Eine Zusammenarbeit, die Markus Walter auch mit der nun gegründeten „Recherche-Mitte“ vorantreibt. Dort übernahm der, inzwischen nach Oldenburg verzogene, Neonazi den Aufbau und die Gestaltung der Internetpräsenz. Doch dabei beließ es Walter nicht. Für eine eigens auf der Internetseite geschaffene Rubrik über die Städte Oldenburg, Eppendorf, Eilenburg und Bremen steuerte Markus Walter etliche Fotografien zur „Feindaufklärung“ des Oldenburger Parteibüros der Partei „Die Linke“ sowie des selbstverwalteten Aktions- und Kommunikationszentrums „Alhambra“ bei.

Inwieweit der „Recherche-Mitte“ eine dauerhafte Zukunft beschert ist, bleibt abzuwarten. Am vergangenen Freitag, den 05.03.2010, erhielten Neonazis aus dem Umfeld Markus Walters unerwarteten Besuch von Beamten der Oldenburger Kriminalpolizei. Hintergrund der folgenden Durchsuchungsaktion war eine Fotografie auf einer von Walter betreuten Internetseite. Im Durchsuchungsbeschluss hieß es: „Die Anordnung beruht auf den §§ 98, 102 StPO. Der Beschuldigte ist verdächtig, als Verantwortlicher Herausgeber der Homepage xxx.anol.tk am 26.02.2010 eine Fotomontage ins Internet gestellt zu haben, die den Geschädigten „Staatsschutz Beamten“ als Stasi-Spitzel verunglimpft (strafbar gem. §§ 187, 185 StGB)“. Die Polizeibeamten beschlagnahmten im Zuge der Durchsuchungsaktion zwei Computer, zwei Laptops, eine Digitalkamera, eine Daten CD sowie Propagandamaterialien. Die Internetpräsenz der „Autonomen Nationalisten Oldenburg“ wurde daraufhin vom Netz genommen und verlinkt nun auf einen Eintrag im Internetportal Wikipedia: mit Namen „Stasi 2.0“. Auch die, ebenfalls von Markus Walter betriebene, Internetseite „Nationale gegen Kinderschänder“ ist inzwischen nicht mehr erreichbar.

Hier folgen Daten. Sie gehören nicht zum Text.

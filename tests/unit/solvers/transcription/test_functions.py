"""The two small functions of a problem: values against the formulas, and what each condition becomes."""

import casadi as ca
import numpy as np
import pytest

from solvers.formula.evaluate import REAL
from solvers.formula.nodes import SIDE
from solvers.transcription.functions import OPERATIONS, WITHIN, linear_controls
from tests.unit.solvers.problems import LEAST_TIME, compiled, shape, stated


def numeric(name, *values):
    return float(ca.DM(ca.evalf(ca.SX(OPERATIONS[name](*(ca.SX(value) for value in values))))))


def test_every_operation_is_that_of_the_formulas():
    within = {name for name in OPERATIONS if name.endswith(WITHIN)}
    assert {*OPERATIONS, "table"} - within == set(REAL)  # what a table is depends on the problem
    rng = np.random.default_rng(1)
    for name in {*OPERATIONS} - within:
        for _ in range(5):
            values = rng.uniform(0.1, 0.9, 2 if name in ("atan2", "hypot", "power", "min", "max", SIDE) else 1)
            assert numeric(name, *values) == pytest.approx(REAL[name](*values), rel=1e-12)
    assert numeric("min", 3, 1, 2) == pytest.approx(1, abs=1e-8)
    assert numeric("max", 3, 1, 2) == pytest.approx(3, abs=1e-8)


@pytest.mark.parametrize("name", ("abs", "sign", "min", "max"))
def test_corners_are_rounded_so_that_slopes_are_finite(name):
    x = ca.SX.sym("x")
    body = OPERATIONS[name](x, -x) if name in ("min", "max") else OPERATIONS[name](x)
    slopes = ca.Function("slopes", [x], [ca.jacobian(body, x), ca.hessian(body, x)[0]])
    for at in (-1.0, 0.0, 1e-12, 1.0):
        assert np.all(np.isfinite([float(value) for value in slopes(at)]))


def test_rates_and_integrands_are_per_fraction_of_the_stretch():
    functions = compiled(stated(dynamics=["x' = 3*t*u"], functional={"integrand": "x + u^2"}, endpoints=["x(0) = 0"]))
    v, d = [2.0, 5.0, 1.0, 3.0], [0.25]  # x, u, start, end; a quarter of the stretch: t = 1.5, length 2
    assert np.asarray(functions.point.value(v, d)).ravel() == pytest.approx([2 * 3 * 1.5 * 5, 2 * (2 + 25)])


def test_abbreviations_of_derivatives_are_written_out():
    functions = compiled(
        stated(where={"w": "x' - 1", "e": "w^2"}, dynamics=["x' = 2*u"], functional={"integrand": "e"})
    )
    assert np.asarray(functions.point.value([7, 3, 0, 1], [0.5])).ravel() == pytest.approx([6, 25])


def test_each_condition_becomes_what_it_costs_least_as():
    functions = compiled(
        shape(
            functional={"integrand": "y'^2"},
            endpoints=["y(0) = 0", "y(3) <= 2", "y(0) = y(1)", "y(2) = 1"],
            constraints=["y >= -1", "y' <= 5", "y + x <= 7", "integral(y) = 1"],
        )
    )
    labels = [condition.label for condition in functions.pointwise]
    assert labels == ["y + x <= 7"]
    assert [(quantity, condition.label) for quantity, condition in functions.bounds] == [
        (("y", 0), "y >= -1"), (("y", 1), "y' <= 5")
    ]  # fmt: skip
    assert [(state, place, condition.label) for state, place, condition in functions.fixed] == [
        (0, 0, "y(0) = 0"), (0, 3, "y(3) <= 2"), (0, 2, "y(2) = 1")
    ]  # fmt: skip
    assert [condition.label for condition in functions.conditions] == ["y(0) = y(1)", "integral(y) = 1"]


def test_an_equality_of_one_quantity_is_no_bound():
    """A variable fixed at every point would leave nothing for the multiplier of the condition."""
    functions = compiled(stated(constraints=["u = 1"], endpoints=["x(0) = 0"]))
    assert functions.bounds == ()
    assert [condition.label for condition in functions.pointwise] == ["u = 1"]


def test_an_endpoint_value_of_a_given_derivative_is_its_formula():
    functions = compiled(stated(dynamics=["x' = u", "u' = x*w"], unknowns={"x": {}, "u": {}, "w": {}},
                                endpoints=["x(0) = 0", "x'(1) = 4"], functional={"integrand": "w^2"}))  # fmt: skip
    y = [1, 2, 3, 4, 0, 1]  # x, u at 0; x, u at 1; places
    assert float(functions.end.value(y, [])[0]) == 4


@pytest.mark.parametrize(
    "members, found",
    [
        (LEAST_TIME, [0]),
        (LEAST_TIME | {"functional": {"integrand": "u^2"}}, []),  # quadratic in the integrand
        (LEAST_TIME | {"dynamics": ["x'' = u^3"]}, []),
        (LEAST_TIME | {"unknowns": {"x": {}, "u": {}}}, []),  # unbounded: nothing to switch between
        (LEAST_TIME | {"unknowns": {"x": {}, "u": {}}, "constraints": ["-1 <= u <= 2"]}, [0]),
        (LEAST_TIME | {"dynamics": ["x'' = u*x*exp(t)"]}, [0]),
    ],
)
def test_linear_controls(members, found):
    assert linear_controls(compiled(stated(**members))) == found


@pytest.mark.parametrize(
    "bounds, conditions",
    [
        ([None, None], ["0 before T"]),
        ([0.5, None], []),  # its own bound sees to it
        ([-1, 5], ["0 before T"]),
        ([None, 5], ["0 before T"]),
    ],
)
def test_a_free_end_stays_behind_the_start(bounds, conditions):
    functions = compiled(stated(**LEAST_TIME | {"parameters": {"T": {"within": bounds}}}))
    assert [condition.label for condition in functions.conditions] == conditions


def test_free_places_stay_in_order():
    functions = compiled(
        stated(
            independent={"name": "t", "from": 0, "to": 9},
            parameters={"a": {"within": [0, 4]}, "b": {"within": [3, 9]}},
            endpoints=["x(0) = 0", "x(a) = 1", "x(b) = -1", "x(9) = 0"],
        )
    )
    assert [condition.label for condition in functions.conditions] == ["a before b"]
    y = [0, 1, -1, 0, 0, 3.5, 3.25, 9, 3.5, 3.25]  # states and values of the places, then the parameters
    assert float(functions.end.value(y, [])[0]) == -0.25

Für die Betreiber der „Recherche-Mitte“ brauen sich derweil weitere dunkle Wolken zusammen. Nachdem im Verlauf der vergangenen Woche auf der Internetseite der „Recherche-Mitte“ zwei Studenten der Universität Freiburg „geoutet“ wurden, erstatteten diese inzwischen Anzeige. Die Kriminalpolizei ermittelt bereits.